Forever Is For Dreamers
We went to a funeral today for the mother of the husband of Jenny's best friend Amy. It was a sweet ceremony. The attendees sang "It Is Well With My Soul," a favorite protestant hymn of this atheist. Penned in 1873 by a Chicago lawyer who first lost his wealth in the Great Chicago Fire, then his four year old son, then his four daughters on a ship that sank in the Atlantic. He was inspired and wrote the lyrics as he neared the place the ship sank that took his girls' lives. It puts things in perspective. I may need to stop kvetching. If only I had faith in something.
I may be wrong, but it felt entirely like Mark, Amy's husband, was utterly rude to me when we interacted. I suspect Jenny's lies to Amy have changed the way he feels about me. We had always been warm and friendly toward one another.
Jenny went to the funeral without covering her head. She is so brave. I want that fortitude.
Looked at some homes last night. We liked three of the homes. One, 3300 square feet on a green belt, and .83 acres, and built just 3 years ago, we discussed making an offer on.

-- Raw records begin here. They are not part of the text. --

"""What intake hands back: typed rows, parked rows, faults, doubts and thin readings."""

from __future__ import annotations

import datetime as dt
from dataclasses import dataclass, field
from typing import Any

from fleet.words import Notice

Value = str | float | int | dt.date | None


@dataclass(frozen=True)
class Row:
    """One good row.

    Parameters
    ----------
    values : dict
        Field to value, for every column the file has; blank is None, dates are dates [-].
    written : dict
        Physical column to the value as written, with its unit [text].
    row_no : int
        The row in the file, counted from 1 [count].
    where : str
        File, sheet and row, as in messages [text].
    doubts : tuple of Notice
        The doubts raised about this row [-].
    query : bool
        Whether the reading (of a location: its baseline) is to be recorded as queried [-].
    because : str
        Why [text].
    """

    values: dict[str, Value]
    written: dict[str, str]
    row_no: int
    where: str
    doubts: tuple[Notice, ...] = ()
    query: bool = False
    because: str = ""


@dataclass(frozen=True)
class Typed:
    """The good rows of one table of one sheet.

    Parameters
    ----------
    table, file, sheet : str
        The table, and where it was read; the sheet is empty for CSV [text].
    rows : tuple of Row
        The rows, in the order of the file [-].
    """

    table: str
    file: str
    sheet: str
    rows: tuple[Row, ...]


@dataclass(frozen=True)
class ParkedRow:
    """One row that waits.

    Parameters
    ----------
    table, file, sheet : str
        The table, and where the row stands [text].
    row_no : int
        The row in the file, counted from 1 [count].
    where : str
        File, sheet and row, as in messages [text].
    content : dict
        Heading, with its unit, to the cell as text [text].
    faults : tuple of Notice
        What keeps it waiting [-].
    """

    table: str
    file: str
    sheet: str
    row_no: int
    where: str
    content: dict[str, str]
    faults: tuple[Notice, ...]


@dataclass(frozen=True)
class FileIn:
    """One file of a load.

    Parameters
    ----------
    name, sha256 : str
        Its name, and the digest of its bytes [text].
    refused : bool
        Whether nothing of it may be loaded [-].
    already_loaded : bool
        Whether this very file was loaded before [-].
    """

    name: str
    sha256: str
    refused: bool
    already_loaded: bool


@dataclass(frozen=True)
class Intake:
    """What a load brought; common to register and surveys.

    Parameters
    ----------
    tables : tuple of Typed
        The rows to be loaded; none of a refused file [-].
    faults, doubts : tuple of Notice
        All of them, in the order of the files [-].
    files : tuple of FileIn
        The files [-].
    parked : tuple of ParkedRow
        Rows that wait; only where parking was asked for [-].
    """

    tables: tuple[Typed, ...]
    faults: tuple[Notice, ...]
    doubts: tuple[Notice, ...]
    files: tuple[FileIn, ...]
    parked: tuple[ParkedRow, ...] = ()

    @property
    def refused(self) -> bool:
        """Whether any file was refused."""
        return any(file.refused for file in self.files)

    @property
    def sha256(self) -> str:
        """The digest of the first file."""
        return self.files[0].sha256

    def rows(self, table: str) -> list[Row]:
        """Give all rows of one table.

        Parameters
        ----------
        table : str
            The table [text].

        Returns
        -------
        list of Row
            Its rows over all files and sheets [-].
        """
        return [row for typed in self.tables if typed.table == table for row in typed.rows]


@dataclass(frozen=True)
class SurveyIntake(Intake):
    """What one survey file brought.

    Parameters
    ----------
    thin : tuple of dict
        Every reading at or below its alert or required thickness, whatever became of the file: `vessel, part,
        location, taken_on, thickness_mm, alert_thickness_mm, required_thickness_mm, where, which`; dates are
        ISO text, missing values None [-].
    """

    thin: tuple[dict[str, Any], ...] = field(default=())
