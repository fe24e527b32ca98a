"""Thickness surveys in: every fault and doubt about readings, and the thin ones first."""

from __future__ import annotations

import bisect
import datetime as dt
import math
from collections.abc import Iterable
from dataclasses import dataclass
from pathlib import Path

import numpy as np

from fleet.intake import compare, tables, taking
from fleet.intake.block import Block
from fleet.intake.known import History, KnownLocation, KnownPart, KnownRegister, LocationKey, Recorded
from fleet.intake.results import SurveyIntake
from fleet.intake.thin import thin_readings

_NEAR_MISSES = 50  # a nearest name is looked for that often; the search is slow on large registers


def read_survey(
    path: str | Path, *, known: KnownRegister, history: History, today: dt.date, park: bool = False
) -> SurveyIntake:
    """Read one survey file.

    Parameters
    ----------
    path : str or Path
        The file: CSV, or a workbook of which every sheet of readings is read [text].
    known : KnownRegister
        The register on record [-].
    history : History
        The readings on record [-].
    today : date
        No reading may be dated later [date].
    park : bool
        Whether faulty rows wait instead of refusing the file; a fault of the header refuses it even so [-].

    Returns
    -------
    SurveyIntake
        Rows, faults, doubts and thin readings; a refused file gives no rows [-].

    Raises
    ------
    Refused
        Where the file cannot be opened at all.
    """
    file = taking.take_in(path, ("readings",), known.files)
    thin = tuple(entry for block in file.blocks for entry in thin_readings(block, known))
    names = _Names(known)
    for block in file.blocks:
        names.check(block)
        _check_dates(block, known, today)
        _check_results(block)
    keys = [_keys(block) for block in file.blocks]
    _find_duplicates(file.blocks, keys)
    _compare_with_record(file.blocks, keys, history)
    _doubt_numbers(file.blocks, keys, known, history)
    has_faulty_rows = any(block.row_faults for block in file.blocks)
    is_refused = not file.loaded_as and (not file.is_sound() or (has_faulty_rows and not park))
    rows = taking.sort_rows([file], {0} if is_refused else (), park=park)
    return SurveyIntake(
        tables=tuple(rows.tables),
        faults=tuple(taking.all_faults(file)),
        doubts=tuple(taking.all_doubts(file)),
        files=(file.about(refused=is_refused),),
        parked=tuple(rows.parked),
        thin=thin,
    )


# -----------------------------------------------------------------------------------------------------------
# Faults of single rows
# -----------------------------------------------------------------------------------------------------------
class _Names:
    """Look up vessel, part and location of every row; each name that is not known is looked for once."""

    def __init__(self, known: KnownRegister) -> None:
        self.known = known
        self.answers: dict[tuple[str, ...], tuple[str, str, str, str | None] | None] = {}
        self.searches = 0

    def check(self, block: Block) -> None:
        names = ("vessel", "part", "location")
        columns = [block.text(name) for name in names]
        for row, key in enumerate(zip(*columns, strict=True)):
            given = key[: key.index("")] if "" in key else key  # what can be read, from the vessel on
            if given not in self.answers:
                self.answers[given] = self._look_up(given)
            answer = self.answers[given]
            if answer is not None:
                code, name, found, remedy = answer
                block.fault(code, row, name, found, remedy)

    def _look_up(self, key: tuple[str, ...]) -> tuple[str, str, str, str | None] | None:
        known = self.known
        match key:
            case ():
                return None
            case (vessel, *_) if vessel not in known.vessels:
                return self._unknown("vessel", vessel, "", known.vessels)
            case (vessel, part, *_) if (vessel, part) not in known.parts:
                parts = (p for v, p in known.parts if v == vessel)
                return self._unknown("part", part, f" of vessel '{vessel}'", parts)
            case (vessel, part, location) if (vessel, part, location) not in known.locations:
                locations = (one for v, p, one in known.locations if (v, p) == (vessel, part))
                return self._unknown("location", location, f" of '{vessel}', part '{part}'", locations)
        return None

    def _unknown(
        self, name: str, word: str, of: str, candidates: Iterable[str]
    ) -> tuple[str, str, str, str | None]:
        self.searches += 1
        near = tables.nearest(word, candidates) if self.searches <= _NEAR_MISSES else None
        code = f"unknown {name}"
        remedy = f"did you mean '{near}'? Otherwise load the {name} first" if near else None
        return code, name, f"{name} '{word}'{of}", remedy


def _check_dates(block: Block, known: KnownRegister, today: dt.date) -> None:
    vessels = block.text("vessel")
    for row, day in enumerate(block.date("taken_on")):
        if day is None:
            continue
        vessel = known.vessels.get(vessels[row])
        if day > today:
            block.fault("date in the future", row, "taken_on", f"{day} is after {today}")
        elif vessel is not None and vessel.in_service_on is not None and day < vessel.in_service_on:
            found = f"{day}; '{vessels[row]}' went into service on {vessel.in_service_on}"
            block.fault("date before in-service", row, "taken_on", found)


def _check_results(block: Block) -> None:
    thickness, average, results = block.number("thickness"), block.number("average"), block.text("result")
    has_thickness, has_average = ~np.isnan(thickness), ~np.isnan(average)
    for row, result in enumerate(results):
        if block.was_unread("thickness", row) or block.was_unread("result", row):
            continue
        if result in {"", "read"}:
            if not has_thickness[row]:
                said = "result 'read' and no thickness" if result else "neither thickness nor result"
                block.fault("thickness or result missing", row, "thickness", said)
            elif has_average[row] and average[row] < thickness[row]:
                found = (
                    f"average {block.written('average', row)}, thickness {block.written('thickness', row)}"
                )
                block.fault("average below thickness", row, "average", found)
        elif has_thickness[row] or has_average[row]:
            name = "thickness" if has_thickness[row] else "average"
            found = f"{name} {block.written(name, row)} and result '{result}'"
            block.fault("thickness and no reading", row, name, found)


# -----------------------------------------------------------------------------------------------------------
# Duplicates
# -----------------------------------------------------------------------------------------------------------
@dataclass(frozen=True)
class _Keys:
    locations: list[LocationKey | None]
    """The location of each row; None where it cannot be read."""
    days: list[dt.date | None]


def _keys(block: Block) -> _Keys:
    columns = (block.text("vessel"), block.text("part"), block.text("location"))
    locations: list[LocationKey | None] = [key if all(key) else None for key in zip(*columns, strict=True)]
    return _Keys(locations, block.date("taken_on"))


def _find_duplicates(blocks: list[Block], keys: list[_Keys]) -> None:
    seen: dict[tuple[LocationKey, dt.date], list[tuple[int, int]]] = {}
    for number, of_block in enumerate(keys):
        for row, (location, day) in enumerate(zip(of_block.locations, of_block.days, strict=True)):
            if location is not None and day is not None:
                seen.setdefault((location, day), []).append((number, row))
    for (location, day), rows in seen.items():
        for number, row in rows if len(rows) > 1 else ():
            other_number, other_row = rows[0] if (number, row) != rows[0] else rows[1]
            other = blocks[other_number].where(other_row)
            found = f"{' / '.join(location)} on {day} stands also in {other}"
            blocks[number].fault("duplicate reading", row, "location", found)


def _compare_with_record(blocks: list[Block], keys: list[_Keys], history: History) -> None:
    for block, of_block in zip(blocks, keys, strict=True):
        thickness = block.number("thickness").tolist()
        for row, (location, day) in enumerate(zip(of_block.locations, of_block.days, strict=True)):
            if location is None or day is None or location not in history.readings:
                continue
            if block.was_unread("thickness", row) or row in block.row_faults:
                continue
            recorded = history.readings[location]
            at = bisect.bisect_left(recorded, day, key=_day)
            same_day = []
            while at < len(recorded) and recorded[at].taken_on == day:
                same_day.append(recorded[at])
                at += 1
            if same_day:
                _on_record(block, row, thickness[row], same_day)


def _on_record(block: Block, row: int, thickness: float, same_day: list[Recorded]) -> None:
    for one in same_day:
        if _same(one.thickness_mm, thickness):
            found = f"{_said(thickness)} of {one.taken_on} is on record ({one.standing})"
            block.doubt("already on record", row, "thickness", found)
            block.left_out.add(row)
            return
    standing = [one for one in same_day if one.standing != "voided"]
    if standing:
        found = f"{_said(thickness)}; on record for {standing[0].taken_on}: {_said(standing[0].thickness_mm)}"
        block.fault("duplicate reading", row, "thickness", found)


def _day(recorded: Recorded) -> dt.date:
    return recorded.taken_on


def _same(one: float, other: float) -> bool:
    return (math.isnan(one) and math.isnan(other)) or math.isclose(one, other, rel_tol=1e-9)


def _said(thickness: float) -> str:
    return "no thickness" if math.isnan(thickness) else _mm(thickness)
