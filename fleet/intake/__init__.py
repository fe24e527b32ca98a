"""Files in: sheets and CSV to typed rows, faults and doubts. What is on record comes as an argument."""
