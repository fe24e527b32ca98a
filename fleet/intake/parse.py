"""Cells to typed values, a column at a time, with every cell that cannot be read named by its place."""

from __future__ import annotations

import datetime as dt
import re

import numpy as np

from fleet import words
from fleet.intake import tables
from fleet.intake.block import Block, Floats
from fleet.intake.cells import Cell, Sheet, clean, is_blank, show
from fleet.intake.headings import Heading, Layout
from fleet.intake.tables import Column
from fleet.units import INTERNAL, Unit, parse_number, to_internal

_ISO_DATE = re.compile(r"\d{4}-\d{2}-\d{2}", re.ASCII)
_DECIMAL_COMMA = re.compile(r"[+-]?\d+,\d+")
_NAMES_OF_THINGS = frozenset({"vessel", "part", "location", "device"})


def parse_block(sheet: Sheet, layout: Layout) -> Block:
    """Parse the table of a sheet.

    Parameters
    ----------
    sheet : Sheet
        The sheet [-].
    layout : Layout
        Its header [-].

    Returns
    -------
    Block
        Every column typed, with the faults of single cells [-].
    """
    first = layout.header + 1
    broken_rows = {row_no for row_no, _ in (*sheet.errors, *sheet.unsaved)}
    kept = [
        (number, cells)
        for number, cells in enumerate(sheet.rows[first:], first + 1)
        if number in broken_rows or not all(map(is_blank, cells))
    ]
    block = Block(layout.table, sheet.place, layout, [number for number, _ in kept])
    block.table_faults.extend(layout.faults)
    row_of = {number: row for row, number in enumerate(block.row_nos)}
    for name, heading in layout.headings.items():
        at = heading.index
        block.raw[name] = [cells[at] if at < len(cells) else None for _, cells in kept]
        if not heading.readable:
            continue
        broken = _broken_cells(block, sheet, heading, row_of)
        block.unread[name] = broken
        if heading.column.kind == "number":
            _numbers(block, heading, sheet.typed)
        elif heading.column.kind == "date":
            _dates(block, name)
        elif heading.column.kind == "choice":
            _choices(block, heading.column)
        else:
            _texts(block, name)
        if heading.column.required:
            _required(block, name, sheet)
    return block


def _broken_cells(block: Block, sheet: Sheet, heading: Heading, row_of: dict[int, int]) -> set[int]:
    name, column_no = heading.column.name, heading.index + 1
    broken = set()
    for (row_no, at), error in sheet.errors.items():
        if at == column_no and row_no in row_of:
            block.fault("error cell", row_of[row_no], name, f"{error} under '{heading.text}'")
            broken.add(row_of[row_no])
    for row_no, at in sorted(sheet.unsaved):
        if at == column_no and row_no in row_of:
            found = f"a formula without its result under '{heading.text}'"
            block.fault("formula without value", row_of[row_no], name, found)
            broken.add(row_of[row_no])
    return broken


def _required(block: Block, name: str, sheet: Sheet) -> None:
    for row, cell in enumerate(block.raw[name]):
        if is_blank(cell) and row not in block.unread[name]:
            row_no, column_no = block.row_nos[row], block.column_no(name)
            inside = any(r1 <= row_no <= r2 and c1 <= column_no <= c2 for r1, c1, r2, c2 in sheet.merged)
            found = f"'{name}' is blank" + (" (the cell is part of a merged one)" if inside else "")
            block.fault("missing value", row, name, found)
            block.unread[name].add(row)


# -----------------------------------------------------------------------------------------------------------
# Text, choices, dates
# -----------------------------------------------------------------------------------------------------------
def _texts(block: Block, name: str) -> None:
    seen: dict[str, str] = {}
    texts = []
    for row, cell in enumerate(block.raw[name]):
        if isinstance(cell, str):
            if cell not in seen:
                seen[cell] = clean(cell)
            texts.append(seen[cell])
        elif name in _NAMES_OF_THINGS and isinstance(cell, dt.date | dt.time | dt.timedelta):
            found = f"'{name}' holds the date or time {show(cell)}"
            block.fault("name turned into a date", row, name, found)
            block.unread[name].add(row)
            texts.append("")
        else:
            texts.append(show(cell))
    block.texts[name] = texts


def _choices(block: Block, column: Column) -> None:
    choices = {choice.casefold(): choice for choice in column.choices}
    known: dict[str, str] = {"": ""} | {choice: choice for choice in column.choices}
    texts = []
    for row, cell in enumerate(block.raw[column.name]):
        if isinstance(cell, str) and cell in known:
            texts.append(known[cell])
            continue
        if is_blank(cell):
            texts.append("")
            continue
        if isinstance(cell, bool) and column.choices == tables.YES_NO:
            texts.append("yes" if cell else "no")
            continue
        text = show(cell)
        choice = choices.get(text.casefold(), "")
        if not choice:
            near = tables.nearest(text, column.choices)
            remedy = (f"did you mean '{near}'? " if near else "") + f"use one of: {', '.join(column.choices)}"
            block.fault("unknown choice", row, column.name, f"'{text}' under '{column.name}'", remedy)
            block.unread[column.name].add(row)
        texts.append(choice)
    block.texts[column.name] = texts


def _dates(block: Block, name: str) -> None:
    seen: dict[str, dt.date | None] = {}
    dates: list[dt.date | None] = []
    for row, cell in enumerate(block.raw[name]):
        found: dt.date | None = None
        if isinstance(cell, str) and cell:
            if cell not in seen:
                seen[cell] = _iso_date(clean(cell))
            found = seen[cell]
        elif isinstance(cell, dt.datetime):
            found = cell.date()
        elif isinstance(cell, dt.date):
            found = cell
        dates.append(found)
        if found is None and not is_blank(cell):
            said = f"'{show(cell)}'" if isinstance(cell, str) else f"{show(cell)}, which is not a date,"
            block.fault("unreadable date", row, name, f"{said} under '{name}'")
            block.unread[name].add(row)
    block.dates[name] = dates


def _iso_date(text: str) -> dt.date | None:
    if _ISO_DATE.fullmatch(text) is None:
        return None
    try:
        return dt.date.fromisoformat(text)
    except ValueError:
        return None


# -----------------------------------------------------------------------------------------------------------
# Numbers
# -----------------------------------------------------------------------------------------------------------
def _numbers(block: Block, heading: Heading, typed: bool) -> None:
    name = heading.column.name
    numbers = np.full(len(block), np.nan)
    seen: dict[str, float | None] = {}
    as_text = []
    for row, cell in enumerate(block.raw[name]):
        if isinstance(cell, bool):
            _not_a_number(block, row, name, cell)
        elif isinstance(cell, float | int):
            numbers[row] = cell
        elif isinstance(cell, str):
            if is_blank(cell):
                continue
            if cell not in seen:
                seen[cell] = parse_number(clean(cell))
            value = seen[cell]
            if value is None:
                _not_a_number(block, row, name, cell)
            else:
                numbers[row] = value
                as_text.append(row)
        elif cell is not None:
            _not_a_number(block, row, name, cell)
    if typed and as_text:
        _written_as_text(block, name, as_text)
    _keep(block, heading, numbers)


def _keep(block: Block, heading: Heading, numbers: Floats) -> None:
    """Convert to the unit kept; refuse what cannot be true there."""
    column = heading.column
    kept = numbers if heading.unit is None else to_internal(numbers, heading.unit)
    bounds = column.bounds
    given = ~np.isnan(numbers)
    with np.errstate(invalid="ignore"):
        wrong = given & ~np.isfinite(kept)
        if bounds.low is not None:
            wrong |= given & ((kept <= bounds.low) if bounds.low_open else (kept < bounds.low))
        if bounds.high is not None:
            wrong |= given & ((kept >= bounds.high) if bounds.high_open else (kept > bounds.high))
    if column.name == "year_built":
        wrong |= given & (numbers != np.floor(numbers))
    for row in np.flatnonzero(wrong).tolist():
        _out_of_range(block, row, column, heading.unit, float(numbers[row]))
    block.numbers[column.name] = np.where(wrong, np.nan, kept)


def _out_of_range(block: Block, row: int, column: Column, unit: Unit | None, number: float) -> None:
    said = f"{show(number)} {unit.spelling}" if unit is not None else show(number)
    block.unread[column.name].add(row)
    if column.name in tables.THICKNESSES and number <= 0:
        remedy = None if column.name == "thickness" else "leave the cell blank where it is not known"
        block.fault("negative or zero thickness", row, column.name, f"{said} under '{column.name}'", remedy)
        return
    in_unit = f" {INTERNAL[column.quantity]}" if column.quantity is not None else ""
    found = (
        f"{said} under '{column.name}', which must be {column.bounds.text() or 'a finite number'}{in_unit}"
    )
    block.fault("number out of range", row, column.name, found)


def _not_a_number(block: Block, row: int, name: str, cell: Cell) -> None:
    block.unread[name].add(row)
    text = show(cell)
    found = f"'{text}' under '{name}'"
    if isinstance(cell, dt.date | dt.time | dt.timedelta):
        block.fault("unreadable number", row, name, f"a date or time, {text}, under '{name}'")
    elif isinstance(cell, str) and _DECIMAL_COMMA.fullmatch(text):
        remedy = "write a decimal point, and no separators: " + text.replace(",", ".")
        block.fault("unreadable number", row, name, f"{found} has a decimal comma", remedy)
    elif isinstance(cell, bool) or not any(map(str.isdigit, text)):
        block.fault("text in a number column", row, name, found)
    elif re.match(r"[+-]?[\d.]+\s*[A-Za-z\"°µ]", text):
        remedy = "write the number alone; the unit stands once, in the header"
        block.fault("text in a number column", row, name, found, remedy)
    elif any(map(str.isalpha, text)):
        block.fault("text in a number column", row, name, found)
    else:
        block.fault("unreadable number", row, name, found)


def _written_as_text(block: Block, name: str, rows: list[int]) -> None:
    found = f"'{show(block.raw[name][rows[0]])}' under '{name}' is stored as text"
    more = len(rows) - 1
    if more:
        found += f", and {more} more below it"
    notice = words.notice("written as text", block.where(rows[0], name), found)
    block.table_doubts.append((block.column_no(name), notice))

I told Jenny, before we left to see it, if we liked it we needed to offer now. I said it again last night after we got home. She wanted to sleep on it. When I woke this morning the home was pending. Sigh. The second home, on Beacon is also fabulous. It will get lots of offers over asking. I wouldn't waste my time making an offer--we will see. The last is also quite lovely and comes with its own fallout shelter, green house, and brand new 1000 foot garage. I suspect we will miss out on that one as well. These other two are taking offers Tuesday. I suggested a strategy on making an offer on the second home that the realtor shot down out of hand. We have to make a change. I may not know realty, but I do negotiate for a living. The hunt is getting old.
Even so, this morning we will go see 5 houses in 3 hours. So many homes went on the market, and its so fucking hot, the odds may be improved this week.
Jenny is feeling well. Got some new medicine to help her digestion--which costs almost 200 dollars a pill and which actually works--it has given her her appetite back. She feels hungry for the first time in a year, which is a blessing.
That said, she is still lying about el pinché. I went to hook my phone up in her car, and her phone log popped up, showing that they talk every day. It caused her some consternation when I mentioned it after she was being mean to me for no discernable reason the other evening, at least none I could pinpoint. I said, "You know I am nice to you all the time, despite the fact that you love someone else." Her rejoinder, "You don't know what you are talking about. You ended that relationship for me." If you read that last sentence with a bitter tone, you were reading correctly. I said, "And you don't talk to him every day?" Not surprisingly, she lied and claimed no, and in fact hadn't spoken to him in days. I then noted that the phone logs in the car showed she spoke to him everyday. She went quiet. It reminded me of the lyrics to a Kali Uchis song.
Jenny is talking about beating this disease more frequently now. She told me twice on Saturday that she believes this chemo is working, and spoke several times about living 20-30 more years, and even suggested that she could get well enough to cease chemotherapy, the only thing keeping the tumor at bay. I am so fucking heartbroken for her. Meanwhile, I am on the sectional, a fan blowing on me, looking for homes with her with master bedrooms in which I will never sleep in while she is living. This life.